Our control panel...
Meters at the top are (left to right):
1. Drive current. Note this can run 0 - 200A in practice. The drive is so quiet one actually needs to read this to select a suitable value for cruising! Ideally this would have a loagrithmic display since one wants to choose low values fairly exactly whereas high values are only used for manouevres... hey ho, ideal world... it's OK with a bit of experience.
2. Drive battery plate voltage - analogue meter. Doesn't show enough detail to be much use BUT does act as a check... and just to show things are basically OK!
3. Charging current (from the generator.) Normally shows increasing curent as the generator speeds up from start to steady 70A. Should stay there whatever you are doing (generator on) unless you are either going very slowly or stationary and the batteries are coming back to full re-charge, at which point it drops (in jerks) as the VCS slows the generator(!)
4. Start battery voltage/charge state. Helps you decide when to recharge this (switch below)
5. Ditto for domestic battery.
Little switch below charge current meter - little switch I fitted to check readings on the drive current meter - means the charge current meter reads drive current (although the scale is wrong!)... comparisions revealed the drive curent meter had been reading 10% too high... in practice, turned out not to be important....
6. Switch below drive current meter is for the bilge pump.
7. Switch below the voltage meter is for the headlight.
8. Button below the charge current meter is for the horn.
9. Little blob below the charge meter on the right is a dual colour LED indicator which is incredibly useful - and I fitted. Shows green if charge is flowing onto the batteries, red if flowing off, (and is off for no flow.) Its simplicity hides the existence of a neat detector which is a mini permanent magnet suspended on sewing elastic inside a tiny cardboard box taped to one of the battery connecting wires... if the current flows one way, the magnet twists one way, reverse, reverse effect. The direction of twist (limited to a few mm by the box) is detected optically... switching the LED (via electronics) to indicate green for charging, red for discharging.
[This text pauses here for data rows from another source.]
"""The invented hand-read 1893 session of examples/stepped_1893, from CSV to a medium fit.

Issue 13's done-when: a 6-turn session of 16 marks with times, azimuths in degrees and readings
in instrument units (epoch in the 19th century) imports, fits with the medium theory, and gives
per-turn 2 theta amplitudes equal to an independent least-squares fit of offset + linear drift +
1 theta + 2 theta on the same readings (weighted by the number of readings each mean holds).
"""

from __future__ import annotations

import warnings
from pathlib import Path

import numpy as np
import pytest

from fringe.demodulate.engine import reference_angle
from fringe.fit.run import fit_run
from fringe.fit.settings import FitSettings
from fringe.io.csvimport import import_csv

EXAMPLE = Path(__file__).resolve().parents[2] / "examples" / "stepped_1893"
SCALE = 0.02          # fringe per division, session.toml [calibration]


def independent_amplitudes(t, az_deg, y, n_readings):
    """(C, B) of cos 2 theta, sin 2 theta: weighted lstsq of offset, drift, 1 theta, 2 theta.

    theta = pi - azimuth (C7); weights = readings averaged (a mean of N has N times the weight).
    """
    theta = np.pi - np.radians(az_deg)
    x = np.stack([np.ones_like(t), t - t.mean(), np.cos(theta), np.sin(theta),
                  np.cos(2 * theta), np.sin(2 * theta)], axis=1)
    w = np.sqrt(n_readings)
    coef, *_ = np.linalg.lstsq(x * w[:, None], y * w, rcond=None)
    return coef[4], coef[5]


@pytest.fixture(scope="module")
def session_fit(tmp_path_factory):
    out = tmp_path_factory.mktemp("s1893") / "session.h5"
    with warnings.catch_warnings(record=True) as caught:
        warnings.simplefilter("always")
        import_csv(EXAMPLE / "session.csv", out, metadata=EXAMPLE / "session.toml")
        result, columns = fit_run(str(out), FitSettings(theory="medium"))
        turns = columns.to_dict()
        columns.close()
    return result, turns, [str(w.message) for w in caught]


def test_each_turn_is_the_independent_least_squares_fit(session_fit):
    result, turns, _ = session_fit
    rows = np.loadtxt(EXAMPLE / "session.csv", delimiter=",", comments="#", skiprows=4)
    assert rows.shape == (96, 4)
    assert result.stage1.n_accepted == 6 and len(turns["C"]) == 6
    for k in range(6):                                  # the observer's turns: 16 marks each
        r = rows[16 * k:16 * (k + 1)]
        c, b = independent_amplitudes(r[:, 0], r[:, 1], SCALE * r[:, 2], r[:, 3])
        assert turns["C"][k] == pytest.approx(c, abs=1e-12)
        assert turns["B"][k] == pytest.approx(b, abs=1e-12)
    assert np.all(turns["n_valid"] == 16)


def test_the_medium_fit_states_what_the_session_supports(session_fit):
    result, _, said = session_fit
    assert result.theory == "medium" and result.motion.kind == "continuous"
    assert result.motion.sense == "cw"
    codes = {w.code for w in result.warnings}
    # a 19th-century epoch: UT, outside epv00's span; one night: too few sidereal phases
    assert {"utc-before-1960", "ephemeris-range", "sidereal-phases-few"} <= codes
    assert result.harmonics is None and len(result.sessions.sessions) == 1
    assert result.calibration.scale_rel_sigma == 0.04
    assert result.derived.lab_speed_kms["upper_95"] > result.derived.lab_speed_kms["best"]
    assert any("before 1960" in m for m in said)


@pytest.mark.parametrize("step_deg", [22.5, -22.5, 0.001, -0.001])
def test_the_first_block_starts_at_the_first_sample_in_either_sense(step_deg):
    """theta0 lies at or just behind the first sample against the motion, so no block of one
    sample is cut at the start (C6: a table turning clockwise has decreasing theta)."""
    theta = 1.0 + np.radians(step_deg) * np.arange(10)
    theta0 = reference_angle(theta)
    psi = (theta - theta0) % (2 * np.pi)
    assert np.all(np.abs(np.diff(psi)) < np.pi)          # no crossing among the first samples
    assert theta0 == pytest.approx(1.0 if step_deg > 0 else 1.0 - np.radians(step_deg) / 2)


def test_the_report_figure_says_the_sidereal_curve_is_absent(session_fit):
    """A fit without stage 2 draws no C10 curve, and the caption says why."""
    import matplotlib

    matplotlib.use("Agg")
    from fringe.report.figures.fit import report_figures

    result, turns, _ = session_fit
    keep = turns["accepted"].astype(bool)
    accepted = {k: np.asarray(v)[keep] for k, v in turns.items() if k != "accepted"}
    accepted["turn_period_s"] = result.stage1.turn_period_s
    figures = {name: (caption, fig) for name, caption, fig in report_figures(result, accepted)}
    caption = figures["amplitudes"][0]
    assert "no curve of the sidereal harmonics: the sidereal stage was skipped" in caption
    assert "dashed" not in caption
In practice this is amazingly useful - if running upstream on the river with generator on you can set the speed to be "just" not using any battery (LED off) or "just" re-charging (LED just gone green) ... which by fluke is almost exactly the power you need to run at legal speed against a medium current!! With this LED off, n.b., you can run forever with in effect the generator driving the boat. (It's just about visible as being green in this shot.)
10. Below the headlight switch, digital voltmeter I had to fit (a first for everything!) showing drive battery voltage more precisely... but sometimes confusing because by the way it works it can sometimes give "spoof" readings (very temporarily!) Needs an auxialliary 9V PP3 battery... I arranged to be cut off by relay when the key switch is off... and also changed to use Lithium type for even longer life... This meter can go amusingly completely AWOL in very damp weather...
11. Below this, battery charge meter, display nicked from a standard over-night-recharging meter, the rest entirely my electronics. This has a LED "bar" display, green segments for charge 60% and above, orange for 30, 40, and 50%, red below ....
My circuit uses a Hall detector to measure the magnitude of discharge or recharge current through the batteries to charge (or discharge) and electronic capacitor mimicking the state of charge on the actual batteries. I adjusted values empirically until discharge times matched theory to find recharge times weren't the same... 70% slower!. I used detector "9" above to switch the rates.....
With the meter after hours of tests seemingly OK for repetitive cycles of discharge and recharge, I (a) discovered it was only on 40% discharge when plate voltage was 60V... lowest sensible, I discovered, even if the batteries are capable of 80% discharge. I therefore changed the rates so the meter reads low and goes orange if you are at about 35% discharge..... we've never got near that since!...
My circuit uses an auxilliary battery and for first actual boating test went totally AWOL - flat auxilliary battery... changing to Lithium type, it lasts ages. I also discovered that the drive electronics (for the drive motor) completely messed up standard black op-amp chips by some internal pick-up effect and had to resort to discrete components to make the thing work! ...
Never mind what... I got it working by empirical tests and experiment. It's amazingly accurate from comparing to the digital voltmeter readings where over time I could use these to estimate battery-charge left... the check being that over a complete cycle of discharge and recharge (done many times) everything gets back to the same place(!)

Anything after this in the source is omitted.